# Cruze can't read text messages



## Lostiguy (Feb 15, 2014)

Hi all. I have tried to find an answer in the archives but had no luck. I have a 12 2 LT and it will read my wife's texts messages through Bluetooth through the speakers from her Windows phone but not from my Droid Maxx. Has anyone else had this issue and been able to figure out how to get this to work? Thanks in advance


----------



## ChevyGuy (Dec 13, 2014)

I doubt if the Cruze is doing the reading - that sounds like a function of the phone. The Bluetooth is just passing the audio.

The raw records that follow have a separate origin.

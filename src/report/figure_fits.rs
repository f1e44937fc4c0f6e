//! The analysed part of figures: fitted curves, refined minima, vibrational states.

use super::fitted::reported;
use super::text_fits::form_words;
use crate::job::analysis::FitResult;
use crate::job::{JobResult, LevelResult};
use crate::plot::{Axis, CurveFit, CurveMark, SurfaceMark, VibrationFigure, VibrationState};
use crate::scan::StationaryKind;
use crate::spec::Spec;
use std::f64::consts::PI;

/// Points that a fitted curve is drawn with.
const DRAWN: usize = 121;

/// The fits of a curve over the windows that they used; the minima of a series share one line.
pub(super) fn fits(
    result: &JobResult,
    level: &LevelResult,
    zero: f64,
    scale: f64,
) -> Vec<CurveFit> {
    let sweep = &result.sweeps[0];
    let all = &level.analysis.fits;
    let drawn = all.iter().enumerate().filter(|(k, f)| {
        let known = all[..*k].iter().any(|g| g.fit.model == f.fit.model);
        f.sweep == 0 && !known
    });
    drawn
        .map(|(_, f)| {
            let (from, mut to) = (f.fit.window.from, f.fit.window.to);
            if sweep.kind == "angle" {
                // A fit may use the mirror image beyond a straight angle, which the figure does not show.
                to = to.min(PI);
            }
            let own_place = |g: &&FitResult| g.fit.form == f.fit.form && g.fit.model != f.fit.model;
            let name = if all.iter().any(|g| own_place(&g)) {
                // Several wells, each with its own fit.
                let unit = if sweep.unit == "angstrom" {
                    " Å"
                } else {
                    "°"
                };
                let decimals = if sweep.unit == "angstrom" { 2 } else { 0 };
                let place = reported(sweep, f.fit.equilibrium);
                format!("{} at {place:.decimals$}{unit}", form_words(&f.fit))
            } else {
                form_words(&f.fit)
            };
            CurveFit {
                name,
                points: (0..DRAWN)
                    .map(|i| from + (to - from) * i as f64 / (DRAWN - 1) as f64)
                    .map(|q| (reported(sweep, q), (f.fit.model.energy(q) - zero) * scale))
                    .collect(),
            }
        })
        .collect()
}

/// Minima of a curve, not those at its ends.
pub(super) fn curve_minima(level: &LevelResult, zero: f64, scale: f64) -> Vec<CurveMark> {
    level
        .analysis
        .minima
        .iter()
        .filter(|m| m.interior)
        .map(|m| CurveMark {
            x: m.values[0],
            energy: (m.energy - zero) * scale,
            text: None,
        })
        .collect()
}

/// Minima and saddle points of a surface.
pub(super) fn surface_marks(
    level: &LevelResult,
    kind: StationaryKind,
    zero: f64,
    scale: f64,
) -> Vec<SurfaceMark> {
    let analysis = &level.analysis;
    analysis
        .minima
        .iter()
        .chain(&analysis.barriers)
        .filter(|m| m.interior && m.kind == kind)
        .map(|m| SurfaceMark {
            x: m.values[0],
            y: m.values[1],
            energy: (m.energy - zero) * scale,
            text: None,
        })
        .collect()
}

/// Valley floors of a surface, one after another.
pub(super) fn valley_path(level: &LevelResult) -> Vec<(f64, f64)> {
    level
        .analysis
        .valleys
        .first()
        .map(|v| v.points.iter().map(|([x, y], _)| (*x, *y)).collect())
        .unwrap_or_default()
}

/// Vibrational states of every level that has any, energies counted from the minimum that they belong to.
pub(super) fn vibrations(
    spec: &Spec,
    result: &JobResult,
    axis: &Axis,
) -> Vec<(String, VibrationFigure)> {
    let mut figures = Vec::new();
    for level in &result.levels {
        let Some(found) = &level.analysis.spectroscopy else {
            continue;
        };
        if found.states.is_empty() {
            continue;
        }
        let scale = spec.output.energy.per_hartree();
        // The first figure has the plain name; further ones are numbered from 2.
        let name = match figures.len() {
            0 => "vibration".to_owned(),
            n => format!("vibration-{}", n + 1),
        };
        let mass = found.mass.reduced();
        let note = match (found.mass.exact, found.mass.is_length) {
            (true, _) => format!("{}, reduced mass {mass:.5} u", level.name),
            (false, true) => format!(
                "{}, G element at the minimum, 1/g = {mass:.5} u",
                level.name
            ),
            (false, false) => format!(
                "{}, G element at the minimum, 1/g = {mass:.4} u Å²",
                level.name
            ),
        };
        let figure = VibrationFigure {
            title: result.title.clone(),
            notes: vec![note],
            sweep: axis.clone(),
            energy_unit: spec.output.energy.symbol().to_owned(),
            zero: "the minimum".to_owned(),
            points: level
                .points
                .iter()
                .map(|p| {
                    let energy = p.record.energy.map(|e| (e - found.minimum_energy) * scale);
                    (p.values[0], energy)
                })
                .collect(),
            states: found
                .states
                .iter()
                .enumerate()
                .map(|(v, s)| VibrationState {
                    energy: s.energy * scale,
                    name: format!("v = {v}"),
                    density: s.density.clone(),
                })
                .collect(),
            limit: level
                .limit
                .as_ref()
                .and_then(|l| l.energy)
                .map(|e| (e - found.minimum_energy) * scale),
        };
        figures.push((name, figure));
    }
    figures
}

Can you get your Droid to read text messages to you without anything connected?


----------



## bostonboy (Apr 8, 2015)

I liked when my old girlfriend was text cursing me out & I played it through my cruze. I almost crashed because of laughing so hard.


----------



## Merc6 (Jun 8, 2013)

Windows phones seem to do this(my Nokia does it), besides them the 2014 and up allow SIRI on iPhone to do similar holding the infortainment button down a bit. 13 and under, holding the button down does nothing at all.


----------



## obermd (Mar 3, 2012)

Log into the Google Play Store and search for "sms text to speech". Unlike Windows Phone, Android doesn't natively have the ability to read text messages out loud.


----------



## Chevy Customer Care (Oct 29, 2011)

Lostiguy said:


> Hi all. I have tried to find an answer in the archives but had no luck. I have a 12 2 LT and it will read my wife's texts messages through Bluetooth through the speakers from her Windows phone but not from my Droid Maxx. Has anyone else had this issue and been able to figure out how to get this to work? Thanks in advance


Hello Lostiguy,


We see that you're having trouble reading text messages from your Droid Maxx in your Chevrolet Cruze. The 2012 Chevrolet Cruze may support certain Bluetooth features depending on your mobile device. Feel free to check out gmtotalconnect.com for vehicle and smartphone eligibility. If you have any additional questions, please let us know. 


Sincerely,


Jasmine F
Chevrolet Customer Care


----------



## Lostiguy (Feb 15, 2014)

Thanks for the help. The issue is with the phone. I will try the app out and let you all know how I make out.


----------



## obermd (Mar 3, 2012)

Lostiguy said:


> Hi all. I have tried to find an answer in the archives but had no luck. I have a 12 2 LT and it will read my wife's texts messages through Bluetooth through the speakers from her Windows phone but not from my Droid Maxx. Has anyone else had this issue and been able to figure out how to get this to work? Thanks in advance





Chevy Customer Care said:


> Hello Lostiguy,
> 
> 
> We see that you're having trouble reading text messages from your Droid Maxx in your Chevrolet Cruze. The 2012 Chevrolet Cruze may support certain Bluetooth features depending on your mobile device. Feel free to check out gmtotalconnect.com for vehicle and smartphone eligibility. If you have any additional questions, please let us know.
> ...


Lostiguy, the 2012 Cruze doesn't support Bluetooth audio - just Bluetooth calling. If you have the base stereo follow the link in my sig to the Bluetooth Stereo AUX to find out how to add this support. Also, you'll still need one of the apps from the search I gave earlier to do this.


----------



## Lostiguy (Feb 15, 2014)

Actually I tried the text to speech and one other app and that allows the phone to read text aloud but it will not connect through the Bluetooth to let the Cruze speak. Unless I missed checking a box or something to engage that function


----------



## CruzeTech (Mar 23, 2012)

The Windows phone did this back in 2012. I had a Lumia 900 that spoke and you could reply through text. For 2014, the actual car does it now.


----------



## bluefirestarter (Jan 15, 2013)

I have a Windows Phone and it does read the text back but at the volume of what the Bluetooth is on the phone. So if I have SiriusXM on and I get a text message it will scare the living bejesus out of me sometimes because of how much louder the Bluetooth is compared to what I'm listening too. First world problems..


----------



## ChevyGuy (Dec 13, 2014)

Merc6 said:


> holding the infortainment button down a bit.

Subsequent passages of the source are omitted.